Evaluating the limit $\lim_{x\to0}\frac{1}{x^3}\int_{0}^{x}\sin(\sin(t^2))dt$

Question

$$\lim_{x\to0}\frac{1}{x^3}\int_{0}^{x}\sin(\sin(t^2))dt$$

This is a compound question from me.

1. I don't know how to begin evaluating this limit. My guess would be that I would have to find the value of this Riemann's integral and then plug the result into the limit. Is this the right direction to head?

Which brings me to...

2. I am also stuck trying to resolve the integral. I tried integrating by substitution, trying with both $u = t^2$ and $u = \sin(t^2)$, but both have lead me to finding that $t$ or $dt$ popping back into the equation sooner or later and I'm not quite sure how to handle that.

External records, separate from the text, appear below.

"""Fails unless a PNG screenshot is not blank: decodes it with the standard library only
(zlib, PNG filters of the PNG specification, section 9) and requires many distinct colours
and a good share of pixels that differ from the most common (background) colour."""
import struct
import sys
import zlib


def decode(path):
    data = open(path, "rb").read()
    assert data[:8] == b"\x89PNG\r\n\x1a\n", "not a PNG"
    pos, idat, w, h, ctype = 8, b"", 0, 0, 0
    while pos < len(data):
        n, kind = struct.unpack(">I4s", data[pos:pos + 8])
        body = data[pos + 8:pos + 8 + n]
        if kind == b"IHDR":
            w, h, depth, ctype = struct.unpack(">IIBB", body[:10])
            assert depth == 8, "only 8-bit PNGs"
        elif kind == b"IDAT":
            idat += body
        pos += 12 + n
    bpp = {2: 3, 6: 4, 0: 1, 4: 2}[ctype]
    raw = zlib.decompress(idat)
    stride = w * bpp
    rows, prev = [], bytearray(stride)
    for y in range(h):
        f = raw[y * (stride + 1)]
        line = bytearray(raw[y * (stride + 1) + 1:(y + 1) * (stride + 1)])
        for i in range(stride):
            a = line[i - bpp] if i >= bpp else 0
            b = prev[i]
            c = prev[i - bpp] if i >= bpp else 0
            if f == 1:
                line[i] = (line[i] + a) & 255
            elif f == 2:
                line[i] = (line[i] + b) & 255
            elif f == 3:
                line[i] = (line[i] + (a + b) // 2) & 255
            elif f == 4:
                p = a + b - c
                pa, pb, pc = abs(p - a), abs(p - b), abs(p - c)
                pr = a if pa <= pb and pa <= pc else (b if pb <= pc else c)
                line[i] = (line[i] + pr) & 255
        rows.append(bytes(line))
        prev = line
    return w, h, bpp, rows


def main():
    w, h, bpp, rows = decode(sys.argv[1])
    counts = {}
    for r in rows[::4]:
        for x in range(0, w * bpp, bpp * 4):
            px = r[x:x + 3]
            counts[px] = counts.get(px, 0) + 1
    total = sum(counts.values())
    background = max(counts.values())
    colours = len(counts)
    inked = 1 - background / total
    print(f"png_stats: {w}x{h}, {colours} colours, {inked:.1%} non-background")
    if colours < 20 or inked < 0.03:
        print("png_stats: the screenshot looks blank", file=sys.stderr)
        sys.exit(1)


main()
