#!/usr/bin/env bash
# Browser check of report.html: headless Debian chromium, networking disabled, opens the
# page and fails on any console message (the page has no scripts, so any message is an
# error) or on any request the page makes beyond its own file (read from chromium's net
# log; the browser's own update and time services are not the page's and are ignored),
# checks the rendered DOM and that a screenshot is not blank. Control pages that log a
# console error and that fetch an image must both be caught, so the check can fail.
#
# usage: tests/browser/check_report.sh RUN_DIR [SCREENSHOT.png]
set -euo pipefail
run=${1:?usage: check_report.sh RUN_DIR [SCREENSHOT.png]}
shot=${2:-}
here=$(cd "$(dirname "$0")" && pwd)
page="$(cd "$run" && pwd)/report.html"
[ -f "$page" ] || { echo "check_report: no $page" >&2; exit 1; }
command -v chromium >/dev/null || { echo "check_report: chromium is not installed" >&2; exit 1; }
command -v python3 >/dev/null || { echo "check_report: python3 is not installed" >&2; exit 1; }
work=$(mktemp -d)
trap 'rm -rf "$work"' EXIT

# No network: a fresh network namespace when we may make one, else a dead proxy.
netless=()
if unshare -n true 2>/dev/null; then netless=(unshare -n); fi

browse() { # browse URL OUT_PREFIX [extra chromium args...]
  local url=$1 out=$2; shift 2
  "${netless[@]}" chromium --headless --no-sandbox --disable-gpu --disable-quic --no-first-run \
    --disable-background-networking --disable-component-update --disable-sync --disable-extensions \
    --proxy-server=127.0.0.1:9 --user-data-dir="$(mktemp -d -p "$work")" \
    --enable-logging=stderr --v=0 --log-net-log="$out.net.json" --hide-scrollbars "$@" "$url" >"$out.out" 2>"$out.err" || true
}

# URLs requested other than file:// and data: and chromium's own background services.
page_requests() {
  [ -f "$1" ] || { echo "check_report: chromium wrote no net log $1" >&2; exit 1; }
  grep -o '"url":"[a-z-]*:[^"]*"' "$1" | grep -v -E '"url":"(file|data|chrome|about):' \
    | grep -v -E '://([a-z0-9-]+\.)*(google\.com|googleapis\.com|gvt1\.com|gstatic\.com)[/:"]' | sort -u || true
}

console_lines() { grep -E 'CONSOLE|console' "$1" | grep -v -E 'DevTools listening' || true; }

# 1. Control: a console error must be detected.
printf '<!DOCTYPE html><html><body><p>probe</p><script>console.error("mixband-probe-error")</script></body></html>' >"$work/control.html"
browse "file://$work/control.html" "$work/control" --dump-dom
if ! console_lines "$work/control.err" | grep -q mixband-probe-error; then
  echo "check_report: the console detector did not see a deliberate console error; cannot trust the check" >&2
  cat "$work/control.err" >&2
  exit 1
fi

printf '<!DOCTYPE html><html><body><img src="http://mixband-probe.invalid/x.png"/></body></html>' >"$work/control2.html"
browse "file://$work/control2.html" "$work/control2" --dump-dom
if ! page_requests "$work/control2.net.json" | grep -q mixband-probe.invalid; then
  echo "check_report: the request detector did not see a deliberate fetch; cannot trust the check" >&2
  exit 1
fi

# 2. The report: no console messages, and the DOM holds what the page promises.
browse "file://$page" "$work/report" --dump-dom
msgs=$(console_lines "$work/report.err")
if [ -n "$msgs" ]; then
  echo "check_report: console messages while loading the report:" >&2
  echo "$msgs" >&2
  exit 1
fi
reqs=$(page_requests "$work/report.net.json")
if [ -n "$reqs" ]; then
  echo "check_report: the report tried to fetch:" >&2
  echo "$reqs" >&2
  exit 1
fi
dom="$work/report.out"
for needle in 'id="verdict"' 'id="bands-download"' 'id="caution"' '<svg'; do
  grep -q "$needle" "$dom" || { echo "check_report: rendered page lacks $needle" >&2; exit 1; }
done
svgs=$(grep -o '<svg' "$dom" | wc -l)
[ "$svgs" -ge 3 ] || { echo "check_report: only $svgs figures rendered" >&2; exit 1; }

# 3. Screenshot, and check it is not blank.
png="$work/report.png"
browse "file://$page" "$work/shot" --screenshot="$png" --window-size=1100,2600
[ -s "$png" ] || { echo "check_report: no screenshot" >&2; cat "$work/shot.err" >&2; exit 1; }
python3 "$here/png_stats.py" "$png"
if [ -n "$shot" ]; then cp "$png" "$shot"; fi
echo "check_report: $page renders with no console messages and no requests; $svgs figures; screenshot not blank"
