/// [`split_merge`], with the label-choice probabilities P(l) and P′(c_j) left out of the
/// acceptance ratios when `labels` is [`Labels::Ignored`], for the exact test that must
/// reject it.
#[doc(hidden)]
#[allow(clippy::too_many_arguments)]
pub fn run<R: Rng + ?Sized>(
    x: &[f64],
    z: &mut [u32],
    stats: &mut SuffStats,
    prior: &Prior,
    state: &State,
    proposals: usize,
    rng: &mut R,
    labels: Labels,
) -> SplitMergeTally {
    let n_obs = x.len();
    let mut tally = SplitMergeTally::default();
    if n_obs < 2 {
        return tally;
    }
    let tables = PassTables::new(prior, n_obs);
    let mut members: Vec<usize> = Vec::new();
    let mut to_b: Vec<bool> = Vec::new();
    for _ in 0..proposals {
        let (i, j) = distinct_pair(n_obs, rng);
        let (ci, cj) = (z[i] as usize, z[j] as usize);
        let split = ci == cj;
        let empty: Vec<usize> = (0..stats.n.len()).filter(|&k| stats.n[k] == 0).collect();
        if split {
            tally.splits_proposed += 1;
            if empty.is_empty() {
                continue;
            }
        } else {
            tally.merges_proposed += 1;
        }
        let log_prior_now = log_weights_prior(prior, state.concentration, &stats.n);
        let mut n_after = stats.n.clone();

        if !split {
            // Merge. Everything but q is known from the statistics, and ln q ≤ 0, so a
            // uniform above that bound rejects without the sequential pass (the same
            // decision as computing q first).
            let (sa, sb) = (get(stats, ci), get(stats, cj));
            let sm = (sa.0 + sb.0, sa.1 + sb.1, sa.2 + sb.2);
            n_after[ci] = sm.0;
            n_after[cj] = 0;
            // ln of the probability that the split undoing this merge gives B label cj.
            let mut after: Vec<usize> = empty.clone();
            after.push(cj);
            after.sort_unstable();
            let e1 = match labels {
                Labels::Counted => -log_label_choice(prior.weights, &after, cj),
                Labels::Ignored => 0.0,
            };
            let bound = log_weights_prior(prior, state.concentration, &n_after) - log_prior_now
                + log_marginal(prior, state, sm)
                - log_marginal(prior, state, sa)
                - log_marginal(prior, state, sb)
                - e1;
            let log_u = (1.0 - rng.random::<f64>()).ln();
            if log_u >= bound {
                continue;
            }
            // Accepted iff ln q > log_u − bound. Each member adds a log-probability ≤ 0 to
            // ln q, so the pass stops as soon as ln q so far is at or below that floor: the
            // decision the whole pass would make. Most merges that pass the bound are
            // rejected, but usually late in the pass (the bound is large when two
            // components overlap, and ln q falls slowly), so this saves about a tenth of
            // the pass's member steps (docs/performance.md).
            let others = (0..n_obs)
                .filter(|&k| k != i && k != j && (z[k] as usize == ci || z[k] as usize == cj));
            let parts = (prior, state, &tables);
            let follow = Follow(z, cj, log_u - bound);
            if sequential(x, (i, j), others, follow, parts, rng, &mut to_b).is_some() {
                tally.merges_accepted += 1;
                for label in z.iter_mut() {
                    if *label as usize == cj {
                        *label = ci as u32;
                    }
                }
                set(stats, ci, sm);
                set(stats, cj, (0, 0.0, 0.0));
            }
            continue;
        }

        // Split.
        members.clear();
        members.extend((0..n_obs).filter(|&k| k != i && k != j && z[k] as usize == ci));
        let parts = (prior, state, &tables);
        let drawn = sequential(
            x,
            (i, j),
            members.iter().copied(),
            Draw,
            parts,
            rng,
            &mut to_b,
        );
        let (a, b, log_q) = drawn.expect("a drawn split has no floor");
        let sm = (
            a.stats.0 + b.stats.0,
            a.stats.1 + b.stats.1,
            a.stats.2 + b.stats.2,
        );
        let l = draw_label(prior.weights, &empty, rng);
        n_after[ci] = a.stats.0;
        n_after[l] = b.stats.0;
        let e = match labels {
            Labels::Counted => -log_label_choice(prior.weights, &empty, l),
            Labels::Ignored => 0.0,
        };
        let log_ratio = log_weights_prior(prior, state.concentration, &n_after) - log_prior_now
            + a.log_m(prior, state)
            + b.log_m(prior, state)
            - log_marginal(prior, state, sm)
            + e
            - log_q;
        if accept(log_ratio, rng) {
            tally.splits_accepted += 1;
            z[j] = l as u32;
            for (&k, &gb) in members.iter().zip(&to_b) {
                if gb {
                    z[k] = l as u32;
                }
            }
            set(stats, ci, a.stats);
            set(stats, l, b.stats);
        }
    }
    tally
}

Any hints as to how I can integrate that function?

Thank you.

Answer 1

Using the fundemental theorem of calculus, we can apply L'Hopital to the limit to get:

$$\lim_{x\to 0} \frac{\sin(\sin(x^2))}{3x^2}$$

To avoid further L'Hopital shenanigans, do the following manipulation:

$$= \frac{1}{3} \lim_{x\to 0} \frac{\sin(\sin(x^2))}{\sin(x^2)}\cdot\frac{\sin(x^2)}{x^2}$$

Both limits go to $1$ because they are of the form $\frac{\sin z}{z}$ as $z\to 0$. Thus the product is $\frac{1}{3}$

Answer 2

Denote $f(x)$ the function $\int_0^x(....)dt$

By Fundamental theorem of integral calculous:

$$\lim_{x \to 0}f(x)=^{L'Hospital}\lim{x \to 0}\frac{\sin{(\sin{x^2})}}{3x^2}$$.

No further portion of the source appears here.